A aceleração da eletromobilidade no Brasil impõe um novo e complexo desafio à gestão condominial neste início de 2026. A sanção da nova lei estadual em São Paulo, que obriga a previsão de pontos de recarga para veículos elétricos, somada às recentes diretrizes do Conselho Nacional de Comandantes-Gerais dos Corpos de Bombeiros Militares, coloca síndicos e administradores em uma corrida contra o tempo para adequar estruturas que, em sua maioria, não foram projetadas para essa demanda.

As normas do CNCGBM, que já entraram em vigor, estabelecem critérios rigorosos de segurança contra incêndios, proibindo o uso de tomadas comuns e exigindo carregadores específicos (modos 3 e 4). Para prédios novos, a infraestrutura deve incluir sistemas de ventilação, detecção de calor e desligamento manual acessível. Nos condomínios antigos, no entanto, a adaptação é progressiva, mas exige laudos técnicos que comprovem a viabilidade da rede elétrica existente.

Para o síndico profissional Tiago Marsaioli, a convergência entre a legislação estadual e as normas de segurança nacional traz a segurança jurídica necessária, mas expõe gargalos operacionais severos. “O grande desafio não é apenas técnico, mas financeiro e estrutural. Muitos edifícios antigos operam no limite de sua capacidade elétrica, e a instalação de uma única estação de recarga rápida pode comprometer o sistema de todo o bloco se não houver um projeto de reforço robusto. A grande maioria dos prédios, novos ou antigos, não suporta carga de muitos carregadores e se faz necessário um sistema que faça a gestão das recargas e balanceamento adequado de potência para evitar sobrecargas e desligamentos”, pontua.

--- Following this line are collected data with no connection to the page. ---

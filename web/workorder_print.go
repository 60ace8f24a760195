package web

import (
	"net/http"
)

// printPage is one work order set out for paper: the cautions first, the
// lines with room to write what was found, and the sign-off.
type printPage struct {
	*workOrderPage
	// Checks are the safety steps of DESIGN.md section 7 as boxes to tick
	// before work starts; Caution is health.SafetyCaution in full.
	Checks []string
	// Printed is when the sheet was printed.
	Printed string
}

// safetyChecks are the cautions of health.SafetyCaution (DESIGN.md
// section 7), one step a line, so the trade can tick each before touching
// the drive; the sheet prints the caution in full above them.
var safetyChecks = []string{
	"The supply is isolated and locked out.",
	"The discharge time the drive maker states has passed.",
	"Zero voltage on the DC bus is verified with a rated meter.",
	"The work follows the drive maker's manual, local electrical codes and licensed practice.",
}

// printWorkOrder shows a work order in a printable page without the
// navigation.
func (h *Handler) printWorkOrder(w http.ResponseWriter, r *http.Request) {
	id, ok := pathID(r)
	if !ok {
		h.errorPage(w, r, http.StatusNotFound, "There is no such work order.")
		return
	}
	p, err := h.loadWorkOrder(r, id)
	if err != nil {
		h.fail(w, r, err)
		return
	}
	pp := printPage{workOrderPage: p, Checks: safetyChecks, Printed: datetime(p.Now)}
	h.renderFrame(w, r, http.StatusOK, "workorder_print", "printframe", h.printCSSPath, orderHeading(p.Order)+" (print)", "workorders", pp)
}
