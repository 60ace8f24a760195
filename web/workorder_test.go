package web

import (
	"slices"
	"strings"
	"testing"

	"kelvard/health"
	"kelvard/store"
)

func TestReasonParts(t *testing.T) {
	for _, tc := range []struct {
		in   string
		want []textPart
	}{
		{"Recurring: clean filters", []textPart{{Text: "Recurring: clean filters"}}},
		{"Finding 81, environment.board_corrosion (critical): air. Also: finding 82, enclosure.condensation (advice).",
			[]textPart{{Text: "Finding 81", FindingID: 81}, {Text: ", environment.board_corrosion (critical): air. Also: "},
				{Text: "finding 82", FindingID: 82}, {Text: ", enclosure.condensation (advice)."}}},
		{"", nil},
	} {
		if got := reasonParts(tc.in); !slices.Equal(got, tc.want) {
			t.Errorf("reasonParts(%q) = %+v, want %+v", tc.in, got, tc.want)
		}
	}
}

func TestPriorityWord(t *testing.T) {
	// RFC 5545 section 3.8.1.9: 1 to 4 high, 5 medium, 6 to 9 low, 0
	// undefined.
	for p, want := range map[int]string{0: "not set", 1: "high", 4: "high", 5: "medium", 6: "low", 9: "low", 10: "not set"} {
		if got := priorityWord(p); got != want {
			t.Errorf("priorityWord(%d) = %q, want %q", p, got, want)
		}
	}
}

func TestSafetyChecksRestateTheCaution(t *testing.T) {
	// Each printed check is a step of health.SafetyCaution (DESIGN.md
	// section 7): isolation and lock-out, the maker's discharge time, zero
	// voltage verified with a rated meter, the maker's manual, local codes
	// and licensed practice.
	for i, phrase := range []string{"lock out", "discharge time", "rated meter", "licensed practice"} {
		if !strings.Contains(health.SafetyCaution, phrase) || !strings.Contains(safetyChecks[i], strings.Fields(phrase)[0]) {
			t.Errorf("check %d %q does not carry %q of the caution", i+1, safetyChecks[i], phrase)
		}
	}
	if len(safetyChecks) != 4 {
		t.Errorf("%d checks", len(safetyChecks))
	}
}

func TestLineActions(t *testing.T) {
	pos := int64(3)
	keys := func(cs []choiceCount) []string {
		var out []string
		for _, c := range cs {
			out = append(out, c.Key)
		}
		return out
	}
	capLine := store.WorkOrderLine{Task: store.TaskReplaceCapacitors, PositionID: &pos}
	got := lineActions(capLine, true, "")
	if got[0].Key != string(store.ActionReplacedCapacitors) || !got[0].Current || !slices.Contains(keys(got), string(store.ActionSwappedDrive)) {
		t.Errorf("capacitor line: %+v", got)
	}
	if slices.Contains(keys(lineActions(capLine, false, "")), string(store.ActionSwappedDrive)) {
		t.Error("a swap is offered without a spare")
	}
	stored := store.WorkOrderLine{Task: store.TaskEnergise}
	got = lineActions(stored, false, store.ActionReformed)
	if got[0].Key != string(store.ActionEnergised) || !slices.Contains(keys(got), string(store.ActionReformed)) {
		t.Errorf("stored drive: %+v", got)
	}
	for _, c := range got {
		if c.Current != (c.Key == string(store.ActionReformed)) {
			t.Errorf("choice %s current %v", c.Key, c.Current)
		}
		if c.Key == string(store.ActionChangedEnclosure) {
			t.Error("an enclosure change is offered on the page (it needs the cabinet's details)")
		}
	}
}

func TestOrderError(t *testing.T) {
	p := &workOrderPage{Lines: []lineView{
		{WorkOrderLine: store.WorkOrderLine{TaskTitle: "Replace the cooling fan", DriveSerial: "KV1-001"}, No: 0},
		{WorkOrderLine: store.WorkOrderLine{TaskTitle: "Replace the cooling fan", DriveSerial: "KV1-002"}, No: 1},
	}}
	ve := &store.ValidationError{Fields: []store.FieldError{
		{Field: "lines[0].found_esr_milliohm", Reason: "must lie between 0 and 100000"},
		{Field: "scheduled_for", Reason: "is required to schedule an order"},
	}}
	want := "This was not saved. Please correct: line 1 (replace the cooling fan, drive KV1-002): found esr milliohm must lie between 0 and 100000; " +
		"scheduled for is required to schedule an order."
	if got := orderError(ve, p); got != want {
		t.Errorf("orderError =\n%q, want\n%q", got, want)
	}
}

func TestMoneyAndMonths(t *testing.T) {
	for _, tc := range []struct {
		v    float64
		want string
	}{{485, "485"}, {1940.4, "1\u202f940"}, {1234567.5, "1\u202f234\u202f568"}, {0, "0"}} {
		if got := money(tc.v); got != tc.want {
			t.Errorf("money(%v) = %q, want %q", tc.v, got, tc.want)
		}
	}
	if got := monthLabel("2027-03"); got != "Mar 2027" {
		t.Errorf("monthLabel = %q", got)
	}
	if got := monthLabel("horizon"); got != "horizon" {
		t.Errorf("monthLabel of a non-month = %q", got)
	}
}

Marsaioli destaca que a implementação em prédios construídos há mais de 30 anos exige uma análise financeira que muitas vezes divide as assembleias. De acordo com o síndico, em muitos casos, a adequação exigida pelos Bombeiros, como a instalação de sprinklers ou sistemas de exaustão em garagens subterrâneas, possui custo proibitivo. Nestas situações, a gestão precisa ser capaz de justificar tecnicamente a impossibilidade da instalação imediata sem ferir a nova legislação.

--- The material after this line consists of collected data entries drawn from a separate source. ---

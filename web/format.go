package web

import (
	"fmt"
	"html/template"
	"math"
	"strconv"
	"strings"
	"time"

	"kelvard/health"
	"kelvard/store"
	"kelvard/web/chart"
)

// funcs are the template functions: formatting only, no store access.
func funcs() template.FuncMap {
	return template.FuncMap{
		"pct":        percent,
		"pctp":       percentP,
		"num":        func(v float64, dec int) string { return trimNum(v, dec) },
		"nump":       numP,
		"date":       date,
		"datep":      dateP,
		"datetime":   datetime,
		"words":      words,
		"bandLabel":  bandLabel,
		"bandNote":   bandNote,
		"sevLabel":   func(s health.Severity) string { return strings.ToUpper(string(s)[:1]) + string(s)[1:] },
		"statusWord": func(s store.FindingStatus) string { return words(string(s)) },
		"verdict":    verdictLabel,
		"yesno":      yesNo,
		"deref":      func(p *int64) int64 { return *p },
		"add":        func(a, b int) int { return a + b },
		"days":       func(d time.Duration) int { return int(d / (24 * time.Hour)) },
		"isFinite":   func(v float64) bool { return !math.IsNaN(v) && !math.IsInf(v, 0) },
		"hours":      hours,
		"hoursp":     hoursP,
		"args":       args,
		"money":      money,
		"month":      monthLabel,
		"monthOf":    func(t time.Time) string { return t.UTC().Format("Jan 2006") },
		"prio":       priorityWord,
		"modeLabel":  modeLabel,
		"action":     func(a store.WorkAction) string { return actionLabel(a) },
		"hoursShort": hoursShort,
		"groupNote":  groupNote,
		"marker":     chart.MarkerPath,
		"overdue":    func(t time.Time, now time.Time) bool { return t.Before(now) },
	}
}

// percent writes a fraction (1 = 100 %) as a percentage.
func percent(f float64) string {
	if math.IsNaN(f) || math.IsInf(f, 0) {
		return "–"
	}
	dec := 0
	if math.Abs(f) < 0.1 && f != 0 {
		dec = 1
	}
	return trimNum(f*100, dec) + "\u00a0%" // no break between number and sign
}

func percentP(f *float64) string {
	if f == nil {
		return "–"
	}
	return percent(*f)
}

func numP(v *float64, dec int) string {
	if v == nil || math.IsNaN(*v) {
		return "–"
	}
	return trimNum(*v, dec)
}

// hours writes a number of hours, with years beside large ones.
func hours(h float64) string {
	if math.IsNaN(h) || math.IsInf(h, 0) || h < 0 {
		return "–"
	}
	s := grouped(math.Round(h)) + " h"
	if h >= 24*365 {
		s += " (" + trimNum(h/(24*365.25), 1) + " years)"
	}
	return s
}

func hoursP(h *float64) string {
	if h == nil {
		return "–"
	}
	return hours(*h)
}

// date writes a day in an unambiguous form.
func date(t time.Time) string {
	if t.IsZero() {
		return "–"
	}
	return t.UTC().Format("2 Jan 2006")
}

func dateP(t *time.Time) string {
	if t == nil {
		return "–"
	}
	return date(*t)
}

func datetime(t time.Time) string {
	if t.IsZero() {
		return "–"
	}
	return t.UTC().Format("2 Jan 2006 15:04 UTC")
}

// words turns an enumeration value into words: "hose_down" → "hose down".
func words(s string) string { return strings.ReplaceAll(s, "_", " ") }

// bandLabel names a health band for people.
func bandLabel(b health.Band) string {
	switch b {
	case health.BandSound:
		return "Sound"
	case health.BandWatch:
		return "Watch"
	case health.BandPlan:
		return "Plan"
	case health.BandUrgent:
		return "Urgent"
	}
	return "Not assessed"
}

// bandNote says what a band asks of the reader.
func bandNote(b health.Band) string {
	switch b {
	case health.BandSound:
		return "nothing to do beyond routine care"
	case health.BandWatch:
		return "keep an eye on it"
	case health.BandPlan:
		return "plan work at the next opportunity"
	case health.BandUrgent:
		return "act now"
	}
	return ""
}

// verdictLabel names an enclosure verdict for people.
func verdictLabel(v health.Verdict) string {
	switch v {
	case health.VerdictPass:
		return "Suits the area"
	case health.VerdictFinding:
		return "Falls short"
	case health.VerdictVerify:
		return "Check on site"
	case health.VerdictOutside:
		return "Outside kelvard's judgement"
	}
	return words(string(v))
}

func yesNo(b bool) string {
	if b {
		return "yes"
	}
	return "no"
}

// args gathers name, value pairs into a map, so a template can hand
// several values to another.
func args(kv ...any) (map[string]any, error) {
	if len(kv)%2 != 0 {
		return nil, fmt.Errorf("args: odd number of arguments")
	}
	m := make(map[string]any, len(kv)/2)
	for i := 0; i < len(kv); i += 2 {
		k, ok := kv[i].(string)
		if !ok {
			return nil, fmt.Errorf("args: key %v is not a string", kv[i])
		}
		m[k] = kv[i+1]
	}
	return m, nil
}

// grouped writes a whole number with thin spaces between groups of three
// digits (ISO 80000-1 style), so long hour counts read at a glance.
func grouped(v float64) string {
	s := strconv.FormatFloat(math.Abs(v), 'f', 0, 64)
	var b strings.Builder
	if v < 0 {
		b.WriteString("-")
	}
	for i, c := range s {
		if i > 0 && (len(s)-i)%3 == 0 {
			b.WriteString("\u202f")
		}
		b.WriteRune(c)
	}
	return b.String()
}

“A lei estadual sinaliza um caminho sem volta para a sustentabilidade. No entanto, precisamos ter cautela para não criar uma insegurança elétrica nos condomínios. Não se trata apenas de colocar um carregador na vaga, mas de repensar toda a prumada do edifício e garantir que, em caso de um incidente com baterias de lítio, o prédio tenha meios de contenção que hoje a maioria não possui”, afirma. Ele ressalta que o descumprimento das normas pode resultar em multas e na perda da cobertura do seguro predial.

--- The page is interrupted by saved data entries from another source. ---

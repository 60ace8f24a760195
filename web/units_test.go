package web

import (
	"math"
	"testing"
)

func TestUnitConversions(t *testing.T) {
	// Exact values by the definitions in NIST SP 811 (2008), Appendix B:
	// 0 °C = 32 °F, 100 °C = 212 °F, -40 °C = -40 °F; 1 hp (550 ft·lbf/s)
	// = 745.699 871 582 270 22 W; 1 Btu_IT/h = 0.293 071 070 172 222 W.
	for _, tc := range []struct{ c, f float64 }{{0, 32}, {100, 212}, {-40, -40}, {40, 104}} {
		if got := CToF(tc.c); got != tc.f {
			t.Errorf("CToF(%v) = %v, want %v", tc.c, got, tc.f)
		}
	}
	if math.Abs(wattsPerHP-745.69987158227022) > 1e-9 || math.Abs(wattsPerBTUPerH-0.29307107017222) > 1e-12 {
		t.Error("conversion factors differ from NIST SP 811")
	}
	si, imp := Units{}, Units{Imperial: true}
	for _, tc := range []struct {
		u    Units
		got  string
		want string
	}{
		{si, si.Temp(40), "40 °C"},
		{imp, imp.Temp(40), "104 °F"},
		{imp, imp.Rise(10), "18 °F"},
		{si, si.Rise(5), "5 K"},
		// 45 kW / 0.745 699 872 kW per hp = 60.35 hp.
		{imp, imp.Power(45), "60.3 hp"},
		{si, si.Power(18.5), "18.5 kW"},
		// 900 W / 0.293 071 W per Btu/h = 3070.9 Btu/h.
		{imp, imp.Heat(900), "3071 Btu/h"},
		{si, si.Heat(900), "900 W"},
		{imp, imp.Value(55.0, "°C"), "131 °F"},
		{imp, imp.Value(12.0, "K"), "21.6 °F"},
		{imp, imp.Value(2.0, "K/week"), "3.6 °F/week"},
		{imp, imp.Value(480.0, "V"), "480 V"},
		{si, si.Value(0.42, "fraction"), "42\u00a0%"},
		{si, si.Value("hose_down", ""), "hose down"},
		{si, si.Value(true, ""), "yes"},
		{si, si.Value(math.NaN(), "A"), "–"},
		{si, si.Value(nil, "A"), "–"},
	} {
		if tc.got != tc.want {
			t.Errorf("%s: %q, want %q", tc.u.Name(), tc.got, tc.want)
		}
	}
}

func TestTextInReaderUnits(t *testing.T) {
	// Conversions by NIST SP 811 (2008), Appendix B, as above: 40 °C =
	// 104 °F, 134.7 °C = 274.46 °F, a 94.7 K rise = 170.46 °F, 1200 W =
	// 4094.6 Btu/h, 3 K/week = 5.4 °F/week.
	imp := Units{Imperial: true}
	for _, tc := range []struct{ in, want string }{
		{"At the design maximum of 40.0 °C the air inside the cabinet is predicted at 134.7 °C (94.7 K rise), above the drive's maximum ambient of 55.0 °C.",
			"At the design maximum of 104 °F the air inside the cabinet is predicted at 274.5 °F (170.5 °F rise), above the drive's maximum ambient of 131 °F."},
		{"the cabinet's heat load of 1200 W exceeds its cooler's rated 900 W", "the cabinet's heat load of 4095 Btu/h exceeds its cooler's rated 3071 Btu/h"},
		{"heatsink rise grows 3 K/week at comparable load", "heatsink rise grows 5.4 °F/week at comparable load"},
		{"a 45 kW drive at -10 °C", "a 60.3 hp drive at 14 °F"},
		// Ranges convert both ends: 50 °C = 122 °F, 55 °C = 131 °F, 0 °C =
		// 32 °F (NIST SP 811, as above).
		{"kept at 50-55 °C", "kept at 122-131 °F"},
		{"between 0 and 40 °C", "between 32 and 104 °F"},
		{"from -10 to 40 °C", "from 14 to 104 °F"},
		// The rule that suspects a sensor logs in °F speaks of the logged
		// numbers: left alone.
		{"the median ambient of 95.0 °C is above 70 °C, air no drive is rated for; read as °F it would be 35.0 °C",
			"the median ambient of 95.0 °C is above 70 °C, air no drive is rated for; read as °F it would be 35.0 °C"},
		// Left alone: a unit per area, bare numbers, words that only
		// start like a unit, and running text without quantities.
		{"design irradiance 1000 W/m²", "design irradiance 1000 W/m²"},
		{"row 3 of 12, KW-7, Kelvin", "row 3 of 12, KW-7, Kelvin"},
		{"Replace the fan.", "Replace the fan."},
	} {
		if got := imp.Text(tc.in); got != tc.want {
			t.Errorf("Text(%q)\n got %q\nwant %q", tc.in, got, tc.want)
		}
	}
	msg := "predicted at 134.7 °C (94.7 K rise)"
	if got := (Units{}).Text(msg); got != msg {
		t.Errorf("SI text changed: %q", got)
	}
}

func TestFormatting(t *testing.T) {
	for _, tc := range []struct{ got, want string }{
		{percent(0.5), "50\u00a0%"},
		{percent(0.018), "1.8\u00a0%"},
		{percent(1.25), "125\u00a0%"},
		{hours(1131150), "1\u202f131\u202f150 h (129 years)"},
		{hours(950), "950 h"},
		{grouped(-1234), "-1\u202f234"},
		{trimNum(-0.04, 1), "0"},
		{words("dc_bus"), "dc bus"},
	} {
		if tc.got != tc.want {
			t.Errorf("%q, want %q", tc.got, tc.want)
		}
	}
}

func TestLocalPath(t *testing.T) {
	for _, tc := range []struct{ in, want string }{
		{"/drives/3?range=7d", "/drives/3?range=7d"},
		{"/findings#finding-2", "/findings#finding-2"},
		{"//elsewhere.example/", "/def"},
		{"/\\elsewhere.example", "/def"},
		{"https://elsewhere.example/", "/def"},
		{"drives/3", "/def"},
		{"/a\r\nSet-Cookie: x=y", "/def"},
		{"", "/def"},
	} {
		if got := localPath(tc.in, "/def"); got != tc.want {
			t.Errorf("localPath(%q) = %q, want %q", tc.in, got, tc.want)
		}
	}
	if got := withQuery("/findings?done=units&kind=fan#f-3", "done", "acknowledged"); got != "/findings?done=acknowledged&kind=fan#f-3" {
		t.Errorf("withQuery = %q", got)
	}
}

A recomendação para as administrações é a contratação de auditorias elétricas antes de qualquer deliberação sobre a compra de equipamentos. Segundo Marsaioli, o síndico moderno precisa atuar como um mediador entre o desejo de modernização dos moradores e os limites físicos da edificação. “O foco deve ser a implementação escalonável: preparar a infraestrutura básica agora, para que o condomínio cresça junto com a frota elétrica, evitando reformas emergenciais e gastos extraordinários não planejados”, conclui.